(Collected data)
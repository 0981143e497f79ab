/**
 * A layout result as the JSON result contract of DESIGN.md.
 */
import { GirthError, MM_PER_INCH, requireFinite } from '@girth/pipes';
import { describeLine, developmentNote, type Development, type LayoutResult, type PipeUsed, type Template } from '@girth/unroll';
import { jointFields, type FieldWriters } from './internal/joint-fields.js';
import { fitUpFields, templateOrdinatesFields } from './internal/fit-up-json.js';
import { hasStationValue } from './internal/station-cells.js';
import { weldPrepFields } from './internal/weld-prep-fields.js';
import type { DevelopmentJson, PipeJson, ResultJson, ResultJsonOptions, StationJson, TemplateJson, WarningJson } from './types.js';

/**
 * Contract numbers are rounded to this many decimals of their unit (1e-6 mm or
 * 1e-6 in), only to remove float noise such as 69.70205999999999; no shop
 * measurement comes near it.
 */
export const RESULT_DECIMALS = 6;

/** Keys of a station that come before its columns. */
const STATION_KEYS = new Set(['n', 'angleDeg']);

const SCALE = 10 ** RESULT_DECIMALS;
/** Rounds away float noise; never returns -0. */
function denoise(v: number): number {
  const scaled = v * SCALE;
  if (!Number.isFinite(scaled)) return v; // too large to round at 1e-6: keep it as it is (finite, checked by the caller)
  const r = Math.round(scaled) / SCALE;
  return r === 0 ? 0 : r;
}

function requireList(value: unknown, field: string): readonly unknown[] {
  if (!Array.isArray(value)) throw new GirthError('BAD_JOB', field, `${field}: expected a list`, value);
  return value;
}

function developmentJson(d: Development, field: string, toUnit: (mm: unknown, field: string) => number, units: 'mm' | 'in'): DevelopmentJson {
  const f = `${field}.development`;
  return {
    surface: d.surface,
    diameter: toUnit(d.diameterMm, `${f}.diameterMm`),
    od: toUnit(d.odMm, `${f}.odMm`),
    ...(d.plateThicknessMm === undefined ? {} : { plateThickness: toUnit(d.plateThicknessMm, `${f}.plateThicknessMm`) }),
    rule: describeLine(developmentNote(d), { units }),
  };
}

function templateJson(t: Template, i: number, toUnit: (mm: unknown, field: string) => number, w: FieldWriters, units: 'mm' | 'in'): TemplateJson {
  const field = `templates[${i}]`;
  const columns = requireList(t.stationColumns, `${field}.stationColumns`) as Template['stationColumns'];
  for (const c of columns) {
    if (STATION_KEYS.has(c.key)) {
      throw new GirthError('BAD_JOB', `${field}.stationColumns`, `${field}.stationColumns: key '${c.key}' is reserved for the station itself`, c.key);
    }
  }
  const stations = (requireList(t.stations, `${field}.stations`) as Template['stations']).map((s, k) => {
    const sf = `${field}.stations[${k}]`;
    const row: Record<string, number> = {
      n: requireFinite(s.n, `${sf}.n`),
      angleDeg: denoise(requireFinite(s.angleDeg, `${sf}.angleDeg`)),
    };
    for (const c of columns) {
      if (!hasStationValue(s, c.key)) continue;
      const vf = `${sf}.values.${c.key}`;
      // Only lengths take the job's unit; angles stay in degrees and counts as they are.
      row[c.key] = c.quantity === 'length' || c.quantity === undefined ? toUnit(s.values[c.key], vf) : denoise(requireFinite(s.values[c.key], vf));
    }
    return row as StationJson;
  });
  return {
    id: String(t.id),
    title: String(t.title ?? ''),
    ...(t.kind === 'wrap' ? { stretchOut: toUnit(t.stretchOutMm, `${field}.stretchOutMm`) } : {}),
    ...(t.development === undefined ? {} : { development: developmentJson(t.development, field, toUnit, units) }),
    ...(t.closedPart === undefined
      ? {}
      : { closedPart: t.closedPart.stubMm === undefined ? {} : { stub: toUnit(t.closedPart.stubMm, `${field}.closedPart.stubMm`) } }),
    stations,
    ...templateOrdinatesFields(t, w, field),
  };
}

function pipeJson(p: PipeUsed, i: number, toUnit: (mm: unknown, field: string) => number): PipeJson {
  const field = `pipes[${i}]`;
  return {
    role: String(p.role),
    label: String(p.label),
    od: toUnit(p.odMm, `${field}.odMm`),
    wall: toUnit(p.wallMm, `${field}.wallMm`),
    id: toUnit(p.idMm, `${field}.idMm`),
  };
}

/**
 * The JSON result contract of a layout (DESIGN.md), built here for every joint
 * kind; the CLI's `--json` is `JSON.stringify` of it. The common part:
 * `{ kind, units, templates: [{ id, title, stretchOut?, stations: [{ n,
 * angleDeg, <each station column key>: number }] }], warnings, pipes: [{ role,
 * label, od, wall, id }] }`, then the joint's own fields by `kind`:
 *
 * - `branch`: `angleDeg`, `offset`, `gap`, `fit`, `contact`, `stationCount`;
 * - `plane-cut`: `angleDeg`, `cutAngleDeg`, `gap`, `fitSurface`,
 *   `stationCount`, `centerCutback`, `gapSetback`;
 * - `miter`: `bendDeg`, `welds`, `cutAngleDeg`, `radius`, `stockLength`,
 *   `pieces: [{ label, count, center, back, throat, templateId }]`,
 *   `cuts: [{ n, centerAt, longSideDeg, referenceLineAt, oppositeLineAt }]`,
 *   `pieceCount`, `tangent`, `fitSurface`, `stationCount`, and `gap` when a
 *   root gap was given;
 * - `reducer`: `form`, `length`, `apexAngleDeg`, `pattern` (concentric:
 *   `outerRadius`, `innerRadius`, `sweepDeg`, `slantHeight`), `diametersAt`,
 *   `thickness`, `maxInclinationDeg`, `stationCount`, `segmentCount`, `ends`,
 *   `pieces`, and for the eccentric form `seam` and `outline`;
 * - `nozzle`: `offset`, `direction`, `tiltDeg`, `fit`, `gap`,
 *   `stationCount`, `aroundTapeBound` (the most a straight-pulled tape reads
 *   under the head hole's `around`);
 * - `shell-plate`: `length`, `thickness`, `plateWidth` (pi x (OD - t)),
 *   `courses`, `courseLength`, `seamClock` (hours), `weldZone`, `holes:
 *   [{ name, course, girth, axial, station, clock }]` (girth from the seam,
 *   axial from the course's lower edge, station along the shell).
 *
 * With weld preparation (only then): the cut templates' station columns
 * `dihedral` and `torch` (and `torchTilt` on a header hole), degrees, and
 * `weldPrep: { kind, grooveAngleDeg, land, wall, stations: [{ n, angleDeg,
 * dihedralDeg, openingDeg, bevel, torchDeg?, bevelWidth? }] }`, with `fit` and
 * `hole: [{ n, angleDeg, torchTiltDeg, leanAlongHeaderDeg,
 * leanAroundHeaderDeg, idGirth?, idAxial? }]` for a branch and `squareEnds`
 * (ASME B16.25, recalled) for a miter.
 *
 * A layout with its fit-up applied (`withFitUp`) adds `ordinatesFrom`
 * (`long-point` | `short-point`), `fitUp` (the joint's fit-up dimensions,
 * see docs/contract.md) and, on each template with a cut measured from a
 * square line, `ordinates: { reference, referenceWords, columns: [{ key,
 * cutbackKey, heading, fullDepth, stockPastShortPoint, longPointAngleDeg,
 * shortPointAngleDeg }] }`.
 *
 * Every number is converted by its quantity: a length (its key has no unit
 * suffix) from mm to `units` (inches by dividing by 25.4 exactly), an angle
 * (key ending in `Deg`) kept in degrees, a count kept as it is; each is
 * rounded to {@link RESULT_DECIMALS} places only to remove float noise. Key
 * names are the contract's: fields may be added, never renamed.
 *
 * @param result a layout result from `@girth/unroll`.
 * @param options `units` `'in' | 'mm'`.
 * @throws GirthError `BAD_OPTION` for unknown units; `NOT_A_NUMBER` /
 *   `NOT_FINITE` naming a missing or non-finite value, e.g.
 *   `templates[0].stations[3].values.cutback` or `pieces[1].center`;
 *   `BAD_JOB` for a station column named `n` or `angleDeg`.
 * @example
 * ```ts
 * const json = toResultJson(layoutMiter(spec), { units: 'in' });
 * json.templates[0].stations[0].cutback // decimal inches
 * json.pieces[0].center // decimal inches too
 * ```
 */
export function toResultJson(result: LayoutResult, options: ResultJsonOptions): ResultJson {
  if (options === null || typeof options !== 'object') {
    throw new GirthError('BAD_OPTION', 'options', 'options: expected { units }', options);
  }
  const units = options.units;
  if (units !== 'in' && units !== 'mm') {
    throw new GirthError('BAD_OPTION', 'options.units', `options.units: must be 'in' or 'mm', got ${String(units)}`, units);
  }
  if (result === null || typeof result !== 'object') {
    throw new GirthError('BAD_JOB', 'result', `result: expected a layout result, got ${String(result)}`, result);
  }
  const k = units === 'in' ? 1 / MM_PER_INCH : 1;
  const toUnit = (mm: unknown, field: string): number => denoise(requireFinite(mm, field) * k);
  const writers: FieldWriters = {
    length: toUnit,
    angle: (deg, field) => denoise(requireFinite(deg, field)),
    count: (value, field) => requireFinite(value, field),
  };
  const templates = (requireList(result.templates, 'templates') as LayoutResult['templates']).map((t, i) => templateJson(t, i, toUnit, writers, units));
  const pipes = (requireList(result.pipes ?? [], 'pipes') as LayoutResult['pipes']).map((p, i) => pipeJson(p, i, toUnit));
  const warnings: WarningJson[] = (requireList(result.warnings ?? [], 'warnings') as LayoutResult['warnings']).map((w) => ({
    code: String(w.code),
    message: String(w.message),
    ...(w.field === undefined ? {} : { field: String(w.field) }),
  }));
  const own = jointFields(result, writers);
  return { kind: String(result.kind), units, templates, warnings, pipes, ...own, ...weldPrepFields(result, writers), ...fitUpFields(result, writers) };
}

Activity:
Filter these records, keeping every line where the word "odMm" occurs.

Task response:
    od: toUnit(d.odMm, `${f}.odMm`),
    od: toUnit(p.odMm, `${field}.odMm`),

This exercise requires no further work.